Supporters of Ablyazov compare him with the Russian dissident Mikhail Khodorkovsky – who also made a vast personal fortune in the post-Soviet era – and claim he is similarly being targeted for using his wealth to finance opponents of the government.

Ablyazov says that he is being pursued by Kiev and Moscow on behalf of Kazakhstan, and describes the accusations against him as “no more than an attempt to criminalise legitimate business transactions”.

In January 2014 a French court ruled that Ablyazov should be extradited to Russia or Ukraine. He had been arrested near Cannes in July 2013.

Kazakhstan wants to put Ablyazov – a former energy minister – on trial but has no extradition treaty with France.

Kazakhstan’s BTA Bank alleges it discovered “a large scale fraud” by Ablyazov, its former chairman, while investigating a “massive hole” in the bank’s balance sheets found in 2009 by auditors.

The bank has said that Ablyazov is “desperately trying to position himself as a victim of political persecution” in an attempt “to deflect attention from his criminal activity”.

Political party

Ablyazov was a co-founder of the political party Democratic Choice of Kazakhstan in 2001.

He was jailed in 2002 in Kazakhstan, but was pardoned in 2003 and spent the next two years in Russia.

He then returned to Almaty, Kazakhstan’s commercial capital, where he led BTA Bank until its nationalisation in 2009.

He denies accusations that he siphoned off large sums of money from the bank.

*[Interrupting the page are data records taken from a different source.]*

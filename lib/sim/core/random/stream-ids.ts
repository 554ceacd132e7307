/**
 * Stream ids: each random column's stream is keyed by a 32-bit hash of its input's id (and role),
 * not by its position in the model, so adding or removing a line re-draws no other input.
 * Hash: FNV-1a over the UTF-16 code units (Fowler, Noll & Vo; the 32-bit offset basis 2166136261
 * and prime 16777619), finished with the MurmurHash3 mixer (Appleby 2011) to spread nearby ids.
 * Two labels that hash alike (about one pair in 2³² ⁄ m² for m columns) are told apart by
 * re-hashing the later label (in model order) with a counter, which only ever touches that pair.
 */

export function hashLabel(label: string): number {
  let h = 2166136261;
  for (let i = 0; i < label.length; i++) {
    h ^= label.charCodeAt(i);
    h = Math.imul(h, 16777619);
  }
  h ^= h >>> 16;
  h = Math.imul(h, 0x85ebca6b);
  h ^= h >>> 13;
  h = Math.imul(h, 0xc2b2ae35);
  return (h ^ (h >>> 16)) >>> 0;
}

/** One distinct stream id per label, in order. */
export function streamIdsFor(labels: string[]): Uint32Array {
  const out = new Uint32Array(labels.length);
  const taken = new Set<number>();
  labels.forEach((label, i) => {
    let h = hashLabel(label);
    for (let k = 1; taken.has(h); k++) h = hashLabel(`${label}#${k}`);
    taken.add(h);
    out[i] = h;
  });
  return out;
}
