/**
 * Filling one column of uniforms for one block of iterations.
 *
 *  - Plain Monte Carlo: u_i independent U(0, 1).
 *  - Latin hypercube: u_i = (π(i) + v_i)/n with π a random permutation of 0…n−1 and v_i ~ U(0, 1),
 *    so each of the n equal strata of (0, 1) holds exactly one value (stratified within each block).
 *    McKay, Beckman & Conover (1979), Technometrics 21(2):239–245.
 *  - Fisher–Yates shuffle: Knuth (1997), TAOCP vol. 2, §3.4.2, algorithm P; the jitters come
 *    from the same draws (see Sfc32.shuffleWithFractions).
 */

import type { Sfc32 } from './sfc32';

export function fillMonteCarlo(rng: Sfc32, out: Float64Array, n: number): void {
  rng.fill01(out, n);
}

/** Stratum π(i) and jitter v_i from one draw per position (Sfc32.shuffleWithFractions). */
export function fillLatinHypercube(rng: Sfc32, out: Float64Array, n: number, perm: Int32Array): void {
  rng.latinHypercube(perm, out, n);
}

The 50-year-old fled his native country and was later granted asylum in Britain.

But he was found guilty of contempt of court in London in February 2012, for failing to disclose his assets in the course of legal action against him by BTA Bank.

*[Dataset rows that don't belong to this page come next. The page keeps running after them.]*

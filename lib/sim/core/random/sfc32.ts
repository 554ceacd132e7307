/**
 * sfc32, a small fast chaotic generator with a 128-bit state including a counter (period ≥ 2³²),
 * and the derivation of one independent stream per (run key, block, variable).
 *
 *   t = a + b + d;  d = d + 1;  a = b ⊕ (b ≫ 9);  b = c + (c ≪ 3);  c = rotl(c, 21) + t;  → t
 *
 * Reference: C. Doty-Humphrey, PractRand test suite (2014), "sfc" family, where sfc32 passes the
 * full battery. Stream states are spread with the MurmurHash3 32-bit finaliser (Appleby 2011) and
 * the generator is run 12 steps before use, as its author recommends for seeding.
 */

const TWO_POW_M32 = 2 ** -32;

function fmix32(h: number): number {
  h ^= h >>> 16;
  h = Math.imul(h, 0x85ebca6b);
  h ^= h >>> 13;
  h = Math.imul(h, 0xc2b2ae35);
  return (h ^ (h >>> 16)) >>> 0;
}

function combine(h: number, v: number): number {
  return fmix32((h ^ Math.imul(v + 0x7f4a7c15, 0x9e3779b1)) >>> 0);
}

/** 0, 1, 2, …: copied into a permutation to start it (a copy is several times faster than a loop). */
let identity = new Int32Array(0);

function startIdentity(perm: Int32Array, n: number): void {
  if (identity.length < n) identity = Int32Array.from({ length: Math.max(n, 2048) }, (_, i) => i);
  perm.set(identity.subarray(0, n));
}

// The state lives in an Int32Array: 32-bit values do not fit V8's small integers, and object
// fields holding them would allocate a heap number on every step.
export class Sfc32 {
  private readonly s: Int32Array;

  constructor(a = 0, b = 0, c = 0, d = 1) {
    this.s = new Int32Array(4);
    this.seed(a, b, c, d);
  }

  seed(a: number, b: number, c: number, d: number): this {
    const s = this.s;
    s[0] = a;
    s[1] = b;
    s[2] = c;
    s[3] = d;
    for (let i = 0; i < 12; i++) this.nextU32();
    return this;
  }

  nextU32(): number {
    const s = this.s;
    const a = s[0];
    const b = s[1];
    const c = s[2];
    const d = s[3];
    const t = (((a + b) | 0) + d) | 0;
    s[3] = (d + 1) | 0;
    s[0] = b ^ (b >>> 9);
    s[1] = (c + (c << 3)) | 0;
    s[2] = (((c << 21) | (c >>> 11)) + t) | 0;
    return t >>> 0;
  }

  /** Uniform on the open interval (0, 1), 32-bit resolution: (k + ½)/2³². */
  next01(): number {
    return (this.nextU32() + 0.5) * TWO_POW_M32;
  }

  /** out[0…n−1] ← n successive next01() values (the bulk form, for hot loops). */
  fill01(out: Float64Array, n: number): void {
    const s = this.s;
    let a = s[0];
    let b = s[1];
    let c = s[2];
    let d = s[3];
    for (let i = 0; i < n; i++) {
      const t = (((a + b) | 0) + d) | 0;
      d = (d + 1) | 0;
      a = b ^ (b >>> 9);
      b = (c + (c << 3)) | 0;
      c = (((c << 21) | (c >>> 11)) + t) | 0;
      out[i] = ((t >>> 0) + 0.5) * TWO_POW_M32;
    }
    s[0] = a;
    s[1] = b;
    s[2] = c;
    s[3] = d;
  }

  /**
   * perm[0…n−1] ← a uniformly random permutation of 0…n−1 (Fisher–Yates, from the last position
   * down) and frac[0…n−1] ← independent uniforms on (0, 1), from one draw per position: at
   * position i the draw x = U·(i + 1) gives the swap index ⌊x⌋ and frac[i] = x − ⌊x⌋, which given
   * ⌊x⌋ is uniform and independent of everything else (x is uniform on [0, i + 1)). The products
   * are exact in double precision, and frac never reaches 0 or 1 since U = (k + ½)/2³².
   */
  shuffleWithFractions(perm: Int32Array, frac: Float64Array, n: number): void {
    this.shuffle(perm, frac, n, false);
  }

  /**
   * Latin hypercube column in one pass: out[i] = (π(i) + frac_i)/n with π and frac as in
   * shuffleWithFractions (position i is final once the shuffle has passed it).
   */
  latinHypercube(perm: Int32Array, out: Float64Array, n: number): void {
    this.shuffle(perm, out, n, true);
  }

  /** The shuffle; out[i] is frac_i, or with `strata` (π(i) + frac_i)/n. */
  private shuffle(perm: Int32Array, out: Float64Array, n: number, strata: boolean): void {
    const inv = 1 / n;
    startIdentity(perm, n);
    const s = this.s;
    let a = s[0];
    let b = s[1];
    let c = s[2];
    let d = s[3];
    for (let i = n - 1; i >= 0; i--) {
      const t = (((a + b) | 0) + d) | 0;
      d = (d + 1) | 0;
      a = b ^ (b >>> 9);
      b = (c + (c << 3)) | 0;
      c = (((c << 21) | (c >>> 11)) + t) | 0;
      const x = ((t >>> 0) + 0.5) * TWO_POW_M32 * (i + 1);
      // ⌊x⌋, as 0 ≤ x < 2³¹.
      const j = x | 0;
      const q = perm[j];
      perm[j] = perm[i];
      perm[i] = q;
      out[i] = strata ? (q + (x - j)) * inv : x - j;
    }
    s[0] = a;
    s[1] = b;
    s[2] = c;
    s[3] = d;
  }
}

/**
 * The stream of `variable` in `block` under the run key (4 × 32 bits); `reuse` is re-seeded
 * instead of allocating a generator.
 */
export function streamFor(key: Uint32Array, block: number, variable: number, reuse?: Sfc32): Sfc32 {
  const s0 = combine(combine(key[0], block), variable);
  const s1 = combine(combine(key[1] ^ s0, variable), block);
  const s2 = combine(combine(key[2] ^ s1, block ^ 0x5bd1e995), variable);
  const s3 = combine(key[3] ^ s2, 0x27d4eb2f);
  return reuse ? reuse.seed(s0, s1, s2, s3) : new Sfc32(s0, s1, s2, s3);
}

Ablyazov was given a 22-month prison sentence but instead left the UK.

BTA Bank says the High Court in London has authorised the sale of three “luxury UK properties” belonging to him, as part of the asset recovery procedure.

In total, English courts have considered 11 separate legal proceedings against Ablyazov, relating to sums totalling around $6bn (£3.7bn), according to The Lawyer magazine.

That makes it the highest-value fraud case to have been heard in the High Court, The Lawyer reports.

Since leaving Britain, Ablyazov and his family have spent time in Latvia, Switzerland and Italy.

In May 2013, the deportation of his wife and six-year-old daughter from Italy triggered a political storm there.

Italy later admitted that the expulsion was illegal and Ablyazov’s wife, Alma Shalabayeva, and their daughter Alua returned to Rome in December 2013.

The couple also have three older children.

Human Rights Watch says that Ablyazov, if returned to Kazakhstan, would be “at serious risk of ill-treatment and would face a flagrant denial of his fair trial rights”.